Reproduce the opening lines of the records exactly, up to and including the line in which "if fs.NArg() >" occurs.
►
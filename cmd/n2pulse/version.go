package main

import (
	"fmt"
	"io"
	"runtime"
	"runtime/debug"
)

func init() {
	register(command{
		name:    "version",
		summary: "print the program's version: module version, source commit and Go release (also n2pulse --version)",
		run:     runVersion,
	})
}

func runVersion(args []string, stdout, stderr io.Writer) error {
	fs := newFlags("version", "", stderr)
	if help, err := parseFlags(fs, args); help || err != nil {
		return err
	}
	if fs.NArg() > 0 {
		return usagef("version: takes no arguments, got %q", fs.Args())
	}
	fmt.Fprintln(stdout, versionText())
	return nil
}

// versionText says which build this is, from the build information the Go toolchain records:
// the module version ("(devel)" for a build from a checkout), the source commit and its time
// when built inside a git checkout (with "+ local changes" when the tree was modified), and
// the Go release.
func versionText() string {
	v, commit, when, dirty := "(unknown)", "", "", false
	if bi, ok := debug.ReadBuildInfo(); ok {
		v = bi.Main.Version
		for _, s := range bi.Settings {
			switch s.Key {
			case "vcs.revision":
				commit = s.Value
			case "vcs.time":
				when = s.Value
			case "vcs.modified":
				dirty = s.Value == "true"
			}
		}
	}
	out := "n2pulse " + v
	if commit != "" {
		if len(commit) > 12 {
			commit = commit[:12]
		}
		out += ", commit " + commit
		if when != "" {
			out += " of " + when
		}
		if dirty {
			out += " + local changes"
		}
	}
	return out + ", " + runtime.Version()
}
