package main

import (
	"bytes"
	"encoding/json"
	"path/filepath"
	"strings"
	"testing"

	"n2pulse/kinetics/study"
)

// tubeDesignPath is the reduced-pressure tube design, which lases twice at 20 Torr in this
// model (kinetics.TestTubeTwoPulses) and once at its own 50 Torr.
var tubeDesignPath = filepath.Join("..", "..", "data", "designs", "tube.toml")

// TestRunSeparatePulses: a run whose output is two separate pulses says so in its text summary
// (a SEPARATE PULSES line and the verdict), in --json (pulses 2, the separation and the
// strongest pulse's width as keys) and the one-pulse run says "separate pulses 1".
func TestRunSeparatePulses(t *testing.T) {
	t.Parallel()
	var out, errb bytes.Buffer
	if code := run([]string{"run", tubeDesignPath, "--set", "gas.pressure=20 Torr"}, &out, &errb); code != 0 {
		t.Fatalf("run: exit %d: %s", code, errb.String())
	}
	for _, want := range []string{"SEPARATE PULSES              2, the first two", "the output is 2 separate pulses", "energy inside the FWHM"} {
		if !strings.Contains(out.String(), want) {
			t.Errorf("summary lacks %q:\n%s", want, out.String())
		}
	}
	out.Reset()
	if code := run([]string{"run", tubeDesignPath, "--set", "gas.pressure=20 Torr", "--json"}, &out, &errb); code != 0 {
		t.Fatalf("run --json: exit %d: %s", code, errb.String())
	}
	var j struct {
		Pulses     int     `json:"pulses"`
		Separation float64 `json:"pulse_separation_s"`
		Strongest  float64 `json:"strongest_pulse_fwhm_s"`
		FWHM       float64 `json:"fwhm_s"`
		Share      float64 `json:"half_max_energy_share"`
		Verdict    string  `json:"verdict"`
	}
	if err := json.Unmarshal(out.Bytes(), &j); err != nil {
		t.Fatal(err)
	}
	if j.Pulses != 2 || !(j.Separation > 0) || !(j.Strongest > 0 && j.Strongest < j.FWHM) || !(j.Share > 0 && j.Share <= 1) ||
		!strings.Contains(j.Verdict, "separate pulses") {
		t.Errorf("--json: %+v; want 2 pulses, a separation, the strongest narrower than the FWHM, a share in (0, 1] and the verdict's clause", j)
	}
	out.Reset()
	if code := run([]string{"run", tubeDesignPath}, &out, &errb); code != 0 {
		t.Fatalf("run at 50 Torr: exit %d: %s", code, errb.String())
	}
	if !strings.Contains(out.String(), "separate pulses              1\n") || strings.Contains(out.String(), "SEPARATE") {
		t.Errorf("one-pulse summary:\n%s", out.String())
	}
}

// TestSweepSeparatePulses: a sweep row of two pulses carries them in its pulses column and its
// verdict, the one-pulse row says 1, and the sweep's count line names the row.
func TestSweepSeparatePulses(t *testing.T) {
	t.Parallel()
	dir := t.TempDir()
	var out, errb bytes.Buffer
	args := []string{"sweep", tubeDesignPath, "--vary", "gas.pressure=20Torr:50Torr:2", "--workers", "1", "--out", dir}
	if code := run(args, &out, &errb); code != 0 {
		t.Fatalf("sweep: exit %d: %s", code, errb.String())
	}
	tab := readTable(t, mustRead(t, filepath.Join(dir, study.ResultsFile)))
	pc, vc, sc := tab.Column("pulses"), tab.Column("verdict"), tab.Column("pulse_separation_s")
	if pc < 0 || vc < 0 || sc < 0 || len(tab.Rows) != 2 {
		t.Fatalf("columns %v, %d rows: want pulses, pulse_separation_s and verdict, 2 rows", tab.Columns, len(tab.Rows))
	}
	if tab.Rows[0][pc] != "2" || !strings.Contains(tab.Rows[0][vc], "2 separate pulses") || !(tab.Float(0, sc) > 0) {
		t.Errorf("20 Torr row: pulses %q, separation %q, verdict %q", tab.Rows[0][pc], tab.Rows[0][sc], tab.Rows[0][vc])
	}
	if tab.Rows[1][pc] != "1" || strings.Contains(tab.Rows[1][vc], "separate pulses") || tab.Rows[1][sc] != "" {
		t.Errorf("50 Torr row: pulses %q, separation %q, verdict %q", tab.Rows[1][pc], tab.Rows[1][sc], tab.Rows[1][vc])
	}
	if !strings.Contains(out.String()+errb.String(), "1 with separate pulses") {
		t.Errorf("sweep output does not count the two-pulse row:\n%s%s", out.String(), errb.String())
	}
}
◄
> [SOLUTION]:
filename cmd/n2pulse/version.go
package main

import (
	"fmt"
	"io"
	"runtime"
	"runtime/debug"
)

func init() {
	register(command{
		name:    "version",
		summary: "print the program's version: module version, source commit and Go release (also n2pulse --version)",
		run:     runVersion,
	})
}

func runVersion(args []string, stdout, stderr io.Writer) error {
	fs := newFlags("version", "", stderr)
	if help, err := parseFlags(fs, args); help || err != nil {
		return err
	}
	if fs.NArg() > 0 {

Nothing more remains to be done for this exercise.